After 22 years, the wait is finally over. Arsenal are champions of England once again. Manchester City's 1-1 draw at Bournemouth on Tuesday evening handed Mikel Arteta's side an unassailable lead at the top of the Premier League, with one match still to play. It is the club's 14th top-flight title in their history, their fourth in the Premier League era, and their first since that extraordinary Invincibles campaign of 2003-04.
The defining number for the Invincibles was zero — zero defeats, all season long. This Arsenal side has not gone unbeaten, but they have built something every bit as formidable in its own way. Here is a look at the statistics that best capture how Arteta's team got the job done.
Set-piece supremacy
If there is one area where this Arsenal side has truly separated themselves from the rest, it is dead-ball situations. They have scored 28 of their 68 league goals from set pieces this season — three more than any other club in the division. Most strikingly, 18 of those have come directly from corners, a new Premier League record, surpassing Oldham Athletic's 16 from the 1992-93 season.
Critics have long argued that Arsenal's reliance on set-piece goals makes their football predictable. That criticism holds some weight, but elite sides have always understood marginal gains. Arsenal have simply become the best in the business at converting them.
Raya's golden campaign
David Raya has been a colossus between the sticks. The Spaniard kept his 19th clean sheet of the season against Burnley on Monday night, drawing level with David Seaman's Arsenal records from 1993-94 and 1998-99. Should he keep another shutout on the final day against Crystal Palace, Raya will hold the outright club record for a single Premier League campaign.
He has also claimed the Golden Glove award for a third consecutive season — only the fourth goalkeeper ever to win it three years running, alongside Pepe Reina, Joe Hart and Ederson. One more Golden Glove would see him equal the all-time record of four, jointly held by Hart and Petr Cech.
A defence built like a fortress
The real foundation of this title has been defensive solidity. Arsenal have conceded just 26 league goals — at least six fewer than any other side in the top flight. It is the second-fewest they have let in across any Premier League campaign, bettered only by the 17 they conceded in 1998-99.

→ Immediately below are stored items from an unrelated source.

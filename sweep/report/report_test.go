package report

import (
	"bytes"
	"encoding/xml"
	"flag"
	"image"
	"image/png"
	"os"
	"os/exec"
	"path/filepath"
	"regexp"
	"strings"
	"testing"

	"rolloff/sweep/analysis"
)

var update = flag.Bool("update", false, "rewrite the golden images in testdata")

// needPoppler skips a test when Debian's poppler-utils are missing.
func needPoppler(t testing.TB) {
	t.Helper()
	for _, tool := range []string{"pdftotext", "pdftoppm"} {
		if _, err := exec.LookPath(tool); err != nil {
			t.Skipf("%s not found: apt-get install poppler-utils", tool)
		}
	}
}

// render loads the run in dir and writes its report, with the software
// version fixed so that the page does not depend on the build.
func render(t testing.TB, dir string, mask *analysis.Mask, paper Paper) string {
	t.Helper()
	in, err := Load(dir, Options{Mask: mask})
	if err != nil {
		t.Fatal(err)
	}
	in.Software = "rolloff test"
	var b bytes.Buffer
	if err := Write(&b, in, paper); err != nil {
		t.Fatal(err)
	}
	path := filepath.Join(t.TempDir(), "report.pdf")
	if err := os.WriteFile(path, b.Bytes(), 0o644); err != nil {
		t.Fatal(err)
	}
	return path
}

func pdfText(t testing.TB, path string) string {
	t.Helper()
	out, err := exec.Command("pdftotext", "-layout", path, "-").Output()
	if err != nil {
		t.Fatalf("pdftotext: %v", err)
	}
	return string(out)
}

// bboxDoc is pdftotext -bbox output: pages of words with their boxes in
// points.
type bboxDoc struct {
	Pages []struct {
		Width  float64 `xml:"width,attr"`
		Height float64 `xml:"height,attr"`
		Words  []struct {
			XMin float64 `xml:"xMin,attr"`
			YMin float64 `xml:"yMin,attr"`
			XMax float64 `xml:"xMax,attr"`
			YMax float64 `xml:"yMax,attr"`
			Text string  `xml:",chardata"`
		} `xml:"word"`
	} `xml:"body>doc>page"`
}

func pdfBoxes(t testing.TB, path string) bboxDoc {
	t.Helper()
	out, err := exec.Command("pdftotext", "-bbox", path, "-").Output()
	if err != nil {
		t.Fatalf("pdftotext -bbox: %v", err)
	}
	var d bboxDoc
	dec := xml.NewDecoder(bytes.NewReader(out))
	dec.Strict = false
	dec.AutoClose = xml.HTMLAutoClose
	dec.Entity = xml.HTMLEntity
	if err := dec.Decode(&d); err != nil {
		t.Fatalf("pdftotext -bbox output: %v", err)
	}
	return d
}

// checkLayout asserts that every word lies inside the page's margins
// (with half a millimetre of tolerance) and that no two words overlap;
// it returns the number of pages.
func checkLayout(t *testing.T, path string) int {
	t.Helper()
	d := pdfBoxes(t, path)
	if len(d.Pages) == 0 {
		t.Fatal("no pages")
	}
	m := (marginMM - 0.5) * 72 / 25.4
	for pi, p := range d.Pages {
		if len(p.Words) == 0 {
			t.Errorf("page %d: no text", pi+1)
		}
		for i, w := range p.Words {
			if w.XMin < m || w.XMax > p.Width-m || w.YMin < m*0.5 || w.YMax > p.Height-m*0.5 {
				t.Errorf("page %d: word %q at x %.1f..%.1f, y %.1f..%.1f pt leaves the margins of a %.0f × %.0f pt page",
					pi+1, w.Text, w.XMin, w.XMax, w.YMin, w.YMax, p.Width, p.Height)
			}
			for _, v := range p.Words[:i] {
				// Overlap by more than a quarter point either way.
				if w.XMin < v.XMax-0.25 && v.XMin < w.XMax-0.25 && w.YMin < v.YMax-0.25 && v.YMin < w.YMax-0.25 {
					t.Errorf("page %d: words %q and %q overlap", pi+1, v.Text, w.Text)
				}
			}
		}
	}
	return len(d.Pages)
}

func wantText(t *testing.T, text string, want ...string) {
	t.Helper()
	flat := strings.Join(strings.Fields(text), " ")
	for _, w := range want {
		if !strings.Contains(flat, w) {
			t.Errorf("report text lacks %q", w)
		}
	}
}

func TestReportText(t *testing.T) {
	needPoppler(t)
	dir := makeRun(t, demoFixture(80))
	mask := relMask("prototype acceptance", 30, 20e3, -0.6)
	path := render(t, dir, mask, A4)
	in, err := Load(dir, Options{Mask: mask})
	if err != nil {
		t.Fatal(err)
	}
	r := in.Result
	if r == nil || r.LowHz == nil || r.HighHz == nil {
		t.Fatalf("fixture has no corners: %+v", in.AnalysisErr)
	}
	// The corners are those of the transfer function (first-order
	// high-pass and Butterworth low-pass are 3.0103 dB down at their
	// corner frequency, by definition), within 1 %.
	if e := *r.LowHz/8 - 1; e > 0.01 || e < -0.01 {
		t.Errorf("low corner %g Hz, want 8 Hz within 1 %%", *r.LowHz)
	}
	if e := *r.HighHz/95e3 - 1; e > 0.01 || e < -0.01 {
		t.Errorf("high corner %g Hz, want 95 kHz within 1 %%", *r.HighHz)
	}
	text := pdfText(t, path)
	wantText(t, text,
		"PASS", "line-driver prototype", "LD-0042", "proto-A", "bench 3", "2026-11-30 09:15:00 UTC",
		"rolloff SIM-GEN-1, serial G-4711", "rolloff SIM-DCV-1, serial V-0815",
		"generator-scpi.toml", "dmm-scpi.toml", "converter-10db.toml", "Line-driver test bench",
		analysis.FormatWithU(*r.LowHz, *r.LowUHz)+" (k = 2)",
		analysis.FormatWithU(*r.HighHz, *r.HighUHz)+" (k = 2)",
		"prototype acceptance", "Worst margin", "output loaded with 600 ohm",
		"2 flagged and left out", "1 V (", "100 mV (",
		"Safety:", "rolloff test", "10 Hz", "1 kHz", "100 kHz", "1 MHz")
	if n := checkLayout(t, path); n != 1 {
		t.Errorf("%d pages, want 1", n)
	}
}

func TestReportFailingMask(t *testing.T) {
	needPoppler(t)
	dir := makeRun(t, demoFixture(60))
	// A lower limit of −0.2 dB up to 60 kHz cuts into the roll-off.
	path := render(t, dir, relMask("too tight", 20, 60e3, -0.2), A4)
	text := pdfText(t, path)
	wantText(t, text, "FAIL", "too tight", "lower limit", "worst margin −")
	if n := checkLayout(t, path); n != 1 {
		t.Errorf("%d pages, want 1", n)
	}
}

func TestReportNoCorners(t *testing.T) {
	needPoppler(t)
	// A flat amplifier swept well inside its band: no crossing at all.
	f := fixture{Name: "flat buffer", Unit: "FB-1", StartHz: 100, StopHz: 10e3, N: 30, GainDB: 6}
	dir := makeRun(t, f)
	path := render(t, dir, nil, Letter)
	text := pdfText(t, path)
	wantText(t, text, "NO MASK", "above the sweep", "No limit mask was checked")
	if regexp.MustCompile(`(^|\s)(low|high) [0-9]`).MatchString(text) {
		t.Error("corner labels drawn without corners")
	}
	if n := checkLayout(t, path); n != 1 {
		t.Errorf("%d pages, want 1", n)
	}
}

func TestReportThousandPoints(t *testing.T) {
	needPoppler(t)
	dir := makeRun(t, demoFixture(1000))
	path := render(t, dir, relMask("prototype acceptance", 30, 20e3, -0.6), A4)
	wantText(t, pdfText(t, path), "1000 measured", "PASS")
	if n := checkLayout(t, path); n != 1 {
		t.Errorf("%d pages, want 1", n)
	}
}

func TestReportLongText(t *testing.T) {
	needPoppler(t)
	f := demoFixture(50)
	f.Name = strings.Repeat("Balanced line driver with transformer output stage ", 4)[:200]
	f.Unit = strings.Repeat("SN", 32)
	f.Batch = strings.Repeat("B", 64)
	f.Operator = strings.Repeat("An operator with a long name ", 6)
	f.BenchName = strings.Repeat("A bench with a very long name ", 8)
	f.Notes = strings.Repeat("A long note about the fixture and the load. ", 20) + strings.Repeat("x", 300) + "\nlast line"
	dir := makeRun(t, f)
	path := render(t, dir, relMask("long", 30, 20e3, -0.6), A4)
	wantText(t, pdfText(t, path), "Balanced line driver", "Safety:")
	if n := checkLayout(t, path); n > 2 {
		t.Errorf("%d pages, want at most 2", n)
	}
}

func TestReportRunDir(t *testing.T) {
	// WriteRunDir, as the scheduler calls it, writes report.pdf in the run
	// directory; an analysis error is reported on the page.
	dir := makeRun(t, demoFixture(20))
	in, err := Load(dir, Options{})
	if err != nil {
		t.Fatal(err)
	}
	if err := WriteRunDir(dir, in.Points, nil, analysis.ErrResponse, A4); err != nil {
		t.Fatal(err)
	}
	b, err := os.ReadFile(filepath.Join(dir, FileReport))
	if err != nil || !bytes.HasPrefix(b, []byte("%PDF-")) {
		t.Fatalf("report.pdf: %v, %.8q", err, b)
	}
	if _, err := exec.LookPath("pdftotext"); err == nil {
		wantText(t, pdfText(t, filepath.Join(dir, FileReport)), "NO FIGURES", "No figures: "+analysis.ErrResponse.Error())
		if n := checkLayout(t, filepath.Join(dir, FileReport)); n != 1 {
			t.Errorf("%d pages, want 1", n)
		}
	}
}

func TestReportGolden(t *testing.T) {
	needPoppler(t)
	dir := makeRun(t, demoFixture(80))
	path := render(t, dir, relMask("prototype acceptance", 30, 20e3, -0.6), A4)
	out := filepath.Join(t.TempDir(), "page")
	if b, err := exec.Command("pdftoppm", "-r", "60", "-gray", "-png", "-singlefile", path, out).CombinedOutput(); err != nil {
		t.Fatalf("pdftoppm: %v %s", err, b)
	}
	got, err := os.ReadFile(out + ".png")
	if err != nil {
		t.Fatal(err)
	}
	golden(t, "report", got)
}

// golden compares a rendered page with testdata/name_golden.png,
// tolerating anti-aliasing differences (at most 0.5 % of the pixels off by
// more than 64 grey levels); -update rewrites it.
func golden(t *testing.T, name string, got []byte) {
	t.Helper()
	path := filepath.Join("testdata", name+"_golden.png")
	if *update {
		if err := os.MkdirAll("testdata", 0o755); err != nil {
			t.Fatal(err)
		}
		if err := os.WriteFile(path, got, 0o644); err != nil {
			t.Fatal(err)
		}
		return
	}
	wantB, err := os.ReadFile(path)
	if err != nil {
		t.Fatalf("%v (run go test -update to create it)", err)
	}
	gi, err1 := png.Decode(bytes.NewReader(got))
	wi, err2 := png.Decode(bytes.NewReader(wantB))
	if err1 != nil || err2 != nil {
		t.Fatal(err1, err2)
	}
	if gi.Bounds() != wi.Bounds() {
		t.Fatalf("%s: size %v, golden %v", name, gi.Bounds(), wi.Bounds())
	}
	bad := 0
	b := gi.Bounds()
	for y := b.Min.Y; y < b.Max.Y; y++ {
		for x := b.Min.X; x < b.Max.X; x++ {
			if greyDiff(gi, wi, x, y) > 64 {
				bad++
			}
		}
	}
	if frac := float64(bad) / float64(b.Dx()*b.Dy()); frac > 0.005 {
		keep := filepath.Join(os.TempDir(), name+"_got.png")
		os.WriteFile(keep, got, 0o644)
		t.Errorf("%s: %.2f %% of pixels differ from the golden image (got written to %s)", name, 100*frac, keep)
	}
}

func greyDiff(a, b image.Image, x, y int) int {
	r1, g1, b1, _ := a.At(x, y).RGBA()
	r2, g2, b2, _ := b.At(x, y).RGBA()
	v := (int(r1+g1+b1) - int(r2+g2+b2)) / 3 >> 8
	if v < 0 {
		v = -v
	}
	return v
}

// TestLoadRecorded checks that the recorded figures and a mask checked on
// the rebuilt samples agree with analysing the run again.
func TestLoadRecorded(t *testing.T) {
	dir := makeRun(t, demoFixture(60))
	mask := relMask("tight", 20, 60e3, -0.2)
	a, err := Load(dir, Options{Mask: mask})
	if err != nil {
		t.Fatal(err)
	}
	b, err := LoadRecorded(dir, Options{Mask: mask})
	if err != nil {
		t.Fatal(err)
	}
	ra, rb := a.Result, b.Result
	if ra == nil || rb == nil || ra.LowHz == nil || rb.LowHz == nil || *ra.LowHz != *rb.LowHz || *ra.HighUHz != *rb.HighUHz ||
		ra.PeakingDB != rb.PeakingDB || rb.Mask == nil || ra.Mask.Pass != rb.Mask.Pass || ra.Mask.Failed != rb.Mask.Failed ||
		*ra.Mask.WorstMarginDB != *rb.Mask.WorstMarginDB || len(ra.Samples) != len(rb.Samples) {
		t.Fatalf("recorded %+v\nanalysed %+v", rb, ra)
	}
	if ra.Mask.Pass {
		t.Error("the tight mask passed: the comparison shows nothing")
	}
	// The recorded model is the analysed curve when it is accepted.
	if ra.Model == nil || !ra.Model.Accepted || rb.Model == nil {
		t.Fatal("fixture has no accepted model")
	}
	for _, f := range []float64{4, 8, 100, 1e4, 95e3, 1e6} {
		g, ok := ra.GainAt(f)
		if !ok {
			t.Fatalf("%g Hz outside the sweep", f)
		}
		if d := rb.Model.At(f) - g; d > 1e-9 || d < -1e-9 {
			t.Errorf("%g Hz: recorded model %g dB, analysed curve %g dB", f, rb.Model.At(f), g)
		}
	}
	if b.Mask != mask || a.Mask != mask {
		t.Error("the mask checked is not the one drawn")
	}
	// Without result.json the run is analysed.
	if err := os.Remove(filepath.Join(dir, "result.json")); err != nil {
		t.Fatal(err)
	}
	c, err := LoadRecorded(dir, Options{Mask: mask})
	if err != nil || c.Result == nil || *c.Result.LowHz != *ra.LowHz {
		t.Fatalf("without result.json: %v", err)
	}
	if _, ok := c.Result.GainAt(1000); !ok {
		t.Error("an analysed result has no curve")
	}
}

// TestReportPlanMask checks that a run whose plan carries a mask is
// reported against it, with or without the recorded figures.
func TestReportPlanMask(t *testing.T) {
	f := demoFixture(40)
	f.PlanTables = "[mask]\nname = \"plan limits\"\nrelative = true\nlower = [[10, -0.5], [20000, -0.5]]\n"
	dir := makeRun(t, f)
	for _, load := range []func(string, Options) (*Input, error){Load, LoadRecorded} {
		in, err := load(dir, Options{})
		if err != nil {
			t.Fatal(err)
		}
		// The 8 Hz corner is 3 dB down: −0.5 dB from 10 Hz fails.
		if v := in.Result.Mask; v == nil || v.Name != "plan limits" || v.Pass {
			t.Errorf("verdict %+v", v)
		}
	}
	// A mask given explicitly replaces the plan's.
	in, err := Load(dir, Options{Mask: relMask("loose", 100, 10e3, -1)})
	if err != nil || in.Result.Mask.Name != "loose" || !in.Result.Mask.Pass {
		t.Errorf("explicit mask: %v %+v", err, in.Result.Mask)
	}
}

The underlying numbers reinforce just how impressive this rearguard has been. Arsenal have allowed chances worth only 0.74 expected goals per game, which ranks as the fourth-best figure recorded in a Premier League season since Opta began tracking advanced expected-goals data in 2012-13. They have also conceded just 8.2 shots per game and 2.4 shots on target per game — the best figures across Europe's top five leagues this season.
Since their 2-1 defeat at Manchester City roughly a month ago, Arsenal have won four matches in a row without conceding a single goal, timing their run-in to near-perfection.
Saliba and Gabriel: the partnership that won the title
At the heart of that defensive record stands the centre-back partnership of William Saliba and Gabriel Magalhães. The pair have started together in 26 league games this season, with Arsenal winning 17 of them. That win total is joint-highest in the division, level with Liverpool's Ibrahima Konaté and Virgil van Dijk — despite the Anfield pair playing together far more frequently across 35 matches.
Among all centre-back pairings to start together more than five times this season, Saliba and Gabriel have comfortably the best clean-sheet rate, keeping 15 shutouts in their 26 appearances together — one approximately every 1.7 games. It is a partnership that has quietly become one of the finest in European football.
Arteta has assembled a title-winning machine built on discipline, organisation and an extraordinary eye for the smallest of margins. The noises out of the Emirates this week have been those of a club whose long wait is over — and the numbers confirm it was thoroughly deserved.
Frequently asked
- When did Arsenal last win the Premier League before 2026?
- Arsenal's last Premier League title before this season was in 2003-04, the famous Invincibles campaign when they went the entire league season unbeaten.
- How many Premier League titles have Arsenal won in total?
- This is Arsenal's fourth Premier League title and their 14th top-flight English league championship overall.
- Who is Arsenal's goalkeeper and has he won the Golden Glove?
- David Raya is Arsenal's first-choice goalkeeper. He has won the Golden Glove for a third consecutive season in 2025-26, with 19 clean sheets to his name heading into the final day.